• [PROBLEM TO WORK ON] Start at the line with "let rate = preview" in the records below, stop at the line with "let mut spans", and return every line in that span exactly, the two end lines included.

::::

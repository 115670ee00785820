//! Drawing the viscometer-set form: picks, viscometer, temperature, the reading table with
//! what each row will store, notes, and the message for the selected field.

use super::readings_form::{Focus, Form};
use super::readings_preview::RowPreview;
use crate::present;
use crate::text::sanitize;
use crate::tui::ctx::Ctx;
use crate::tui::layout::{clip_words, row};
use crate::tui::strings::readings as s;
use crate::tui::theme::Theme;
use crate::tui::widgets::field::{Checked, Field};
use crate::units::Dimension;
use ratatui::Frame;
use ratatui::layout::Rect;
use ratatui::style::Style;
use ratatui::text::{Line, Span};
use ratatui::widgets::{Paragraph, Wrap};

const LABEL_W: u16 = 14;
const SPEED_W: u16 = 14;
const DIAL_W: u16 = 10;
/// Column where the speed field starts in a table row ("  1  ").
const ROW_NUM_W: u16 = 5;

pub fn draw(frame: &mut Frame, area: Rect, form: &Form, editing: bool, ctx: &Ctx) {
    let t = &ctx.theme;
    draw_picks(frame, row(area, 0), ctx);
    draw_viscometer(frame, row(area, 1), form, editing, ctx);
    label(frame, row(area, 2), s::TEMPERATURE, t);
    draw_field(
        frame,
        row(area, 2),
        LABEL_W,
        16,
        form,
        Focus::Temperature,
        editing,
        t,
    );
    draw_si(frame, row(area, 2), LABEL_W + 18, &form.temperature, t);
    if form.temperature.value().is_none() && form.temperature.error().is_none() {
        let hint = Rect {
            x: area.x + LABEL_W + 18,
            ..row(area, 2)
        }
        .intersection(area);
        let text = format!(
            "({} {})",
            Dimension::Temperature.default_unit(),
            s::UNLESS_UNIT
        );
        frame.render_widget(Paragraph::new(ctx.style().text(&text)).style(t.dim), hint);
    }
    let speed = format!("{} ({})", s::SPEED, Dimension::Speed.default_unit());
    let header = format!(
        "  #  {:<w1$}  {:<w2$}  {}",
        speed,
        s::DIAL,
        s::STORES,
        w1 = usize::from(SPEED_W),
        w2 = usize::from(DIAL_W)
    );
    frame.render_widget(Paragraph::new(header).style(t.dim), row(area, 3));
    let previews = form.preview(ctx.site.viscometers.get(form.viscometer));
    for (i, r) in form.rows.iter().enumerate() {
        let line = row(area, 4 + i as u16);
        let number = Span::styled(format!("{:>3}", i + 1), t.dim);
        frame.render_widget(Paragraph::new(number), line);
        draw_field(
            frame,
            line,
            ROW_NUM_W,
            SPEED_W,
            form,
            Focus::Speed(i),
            editing,
            t,
        );
        draw_field(
            frame,
            line,
            ROW_NUM_W + SPEED_W + 2,
            DIAL_W,
            form,
            Focus::Dial(i),
            editing,
            t,
        );
        let stored = Rect {
            x: line.x + ROW_NUM_W + SPEED_W + DIAL_W + 4,
            ..line
        }
        .intersection(line);
        let preview = previews.get(i).cloned().unwrap_or_default();
        let line = row_stored(&r.speed, &r.dial, &preview, stored.width, ctx);
        frame.render_widget(Paragraph::new(line), stored);
    }
    let notes_row = 4 + form.rows.len() as u16;
    label(frame, row(area, notes_row), s::NOTES, t);
    let notes_w = area.width.saturating_sub(LABEL_W + 1);
    draw_field(
        frame,
        row(area, notes_row),
        LABEL_W,
        notes_w,
        form,
        Focus::Notes,
        editing,
        t,
    );
    let save_style = if form.focus == Focus::Save && editing {
        t.selected
    } else {
        t.dim
    };
    let save = Paragraph::new(Span::styled(s::SAVE_LINE_HINT, save_style));
    frame.render_widget(
        save,
        Rect {
            x: area.x + LABEL_W,
            ..row(area, notes_row + 1)
        }
        .intersection(area),
    );
    let message = Rect {
        y: area.y + notes_row + 2,
        height: area.height.saturating_sub(notes_row + 2),
        ..area
    }
    .intersection(area);
    frame.render_widget(message_for(form, editing, &previews, ctx), message);
}

/// Styles only the label's own cells, so fields drawn beside it start from plain cells.
fn label(frame: &mut Frame, area: Rect, text: &str, t: &Theme) {
    frame.render_widget(Paragraph::new(Span::styled(text, t.dim)), area);
}

fn draw_picks(frame: &mut Frame, area: Rect, ctx: &Ctx) {
    let t = &ctx.theme;
    let picked = |v: &Option<String>| match v {
        Some(x) => Span::styled(sanitize(x, false), t.title),
        None => Span::styled(s::NOT_PICKED, t.warn),
    };
    let line = Line::from(vec![
        Span::styled(
            format!("{:<w$}", s::SAMPLE_POINT, w = usize::from(LABEL_W)),
            t.dim,
        ),
        picked(&ctx.picks.equipment),
        Span::styled(format!("   {}  ", s::PRODUCT), t.dim),
        picked(&ctx.picks.product),
    ]);
    frame.render_widget(Paragraph::new(line), area);
}

fn draw_viscometer(frame: &mut Frame, area: Rect, form: &Form, editing: bool, ctx: &Ctx) {
    let t = &ctx.theme;
    let focused = form.focus == Focus::Viscometer && editing;
    let (name, desc) = match ctx.site.viscometers.get(form.viscometer) {
        Some(v) => (
            format!("< {} >", sanitize(&v.id, false)),
            sanitize(&v.description, false),
        ),
        None => (s::NO_VISCOMETER.to_string(), String::new()),
    };
    let style = if focused { t.selected } else { t.base };
    let line = Line::from(vec![
        Span::styled(
            format!("{:<w$}", s::VISCOMETER, w = usize::from(LABEL_W)),
            t.dim,
        ),
        Span::styled(name, style),
        Span::styled(format!("  {desc}"), t.dim),
    ]);
    frame.render_widget(Paragraph::new(line), area);
}

/// A field at column `x` of `line`, `width` wide, styled by focus and editing.
#[allow(clippy::too_many_arguments)]
fn draw_field(
    frame: &mut Frame,
    line: Rect,
    x: u16,
    width: u16,
    form: &Form,
    focus: Focus,
    editing: bool,
    t: &Theme,
) {
    let Some(field) = form.field(focus) else {
        return;
    };
    let area = Rect {
        x: line.x.saturating_add(x),
        width,
        ..line
    }
    .intersection(line);
    let selected = form.focus == focus;
    let style = match (selected, editing) {
        // Its text is selected: the next key replaces it.
        (true, true) if form.replace_next => t.selected,
        (true, true) => t.field_editing,
        (true, false) => t.selected,
        _ if field.error().is_some() => t.error,
        _ => t.field,
    };
    let editing = selected && editing;
    crate::tui::widgets::field::draw_in_form(frame, (area, line), field, style, editing, t.error);
}

fn draw_si(frame: &mut Frame, line: Rect, x: u16, field: &Field, t: &Theme) {
    let area = Rect {
        x: line.x.saturating_add(x),
        ..line
    }
    .intersection(line);
    let text = match field.checked() {
        Checked::Value(_) => format!("= {}", field.si_text()),
        _ => String::new(),
    };
    frame.render_widget(Paragraph::new(text).style(t.ok), area);
}

/// What a row will give (its shear rate and shear stress, bright once it has a dial), then
/// its first check in short words (the message line below the form has the full words), or
/// which part is wrong.
fn row_stored<'a>(
    speed: &Field,
    dial: &Field,
    preview: &RowPreview,
    width: u16,
    ctx: &Ctx,
) -> Line<'a> {
    let t = &ctx.theme;
    let style = ctx.style();
    let problem = speed
        .error()
        .map(|e| (s::SPEED, e))
        .or(dial.error().map(|e| (s::DIAL, e)));
    if let Some((which, err)) = problem {
        // The full words are on the message line when the row is selected.
        let text = style.text(&format!("{which}: {err}"));
        return Line::styled(clip_words(&text, usize::from(width), t.marks.cut), t.error);
    }
    let rate = preview
        .rate_per_s
        .map(|r| present::quantity(r, Dimension::ShearRate, style));
    let stress = preview
        .stress_pa
        .map(|p| present::quantity(p, Dimension::Stress, style));
    let mut spans = match (rate, stress) {
        // Fixed columns, so a typed digit redraws its own value only.
        (Some(r), Some(p)) => vec![Span::styled(format!("{r:<10}{p:<10}"), t.ok)],
        (Some(r), None) => vec![Span::styled(format!("{r:<20}"), t.dim)],
        (None, Some(_)) => vec![Span::styled(format!("! {}", s::DIAL_NEEDS_SPEED), t.error)],
        (None, None) => Vec::new(),
    };
    if let Some(note) = preview.notes.first() {
        let mark = if note.is_strong() { t.error } else { t.warn };
        spans.push(Span::styled(
            format!("! {}", style.text(&note.short())),
            mark,
        ));
    }
    Line::from(spans)
}

/// The selected field's problem in words, the checks on the selected row in full, or a hint
/// for where the cursor is; wrapped, so a long message is never cut.
fn message_for(
    form: &Form,
    editing: bool,
    previews: &[RowPreview],
    ctx: &Ctx,
) -> Paragraph<'static> {
    let t = &ctx.theme;
    let error = form.field(form.focus).and_then(Field::error);
    let row_notes = match form.focus {
        Focus::Speed(i) | Focus::Dial(i) => previews.get(i).map(|p| p.notes.as_slice()),
        _ => None,
    }
    .unwrap_or_default();
    let (text, style): (String, Style) = match (editing, error, form.focus) {
        (false, _, _) => (s::PARKED_HINT.to_string(), t.dim),
        (true, Some(err), _) => (format!("! {err}"), t.error),
        (true, None, _) if !row_notes.is_empty() => {
            let words: Vec<String> = row_notes.iter().map(|n| n.words()).collect();
            let strong = row_notes.iter().any(|n| n.is_strong());
            let mark = if strong { t.error } else { t.warn };
            (format!("! {}.", words.join("; ")), mark)
        }
        (true, None, Focus::Viscometer) => (s::ON_VISCOMETER.to_string(), t.dim),
        (true, None, Focus::Save) => (s::ON_SAVE_LINE.to_string(), t.dim),
        (true, None, _) => (s::OK_HINT.to_string(), t.dim),
    };
    Paragraph::new(ctx.style().text(&text))
        .style(style)
        .wrap(Wrap { trim: true })
}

::::

• [RESULT OF THIS EXERCISE]
    let rate = preview
        .rate_per_s
        .map(|r| present::quantity(r, Dimension::ShearRate, style));
    let stress = preview
        .stress_pa
        .map(|p| present::quantity(p, Dimension::Stress, style));
    let mut spans = match (rate, stress) {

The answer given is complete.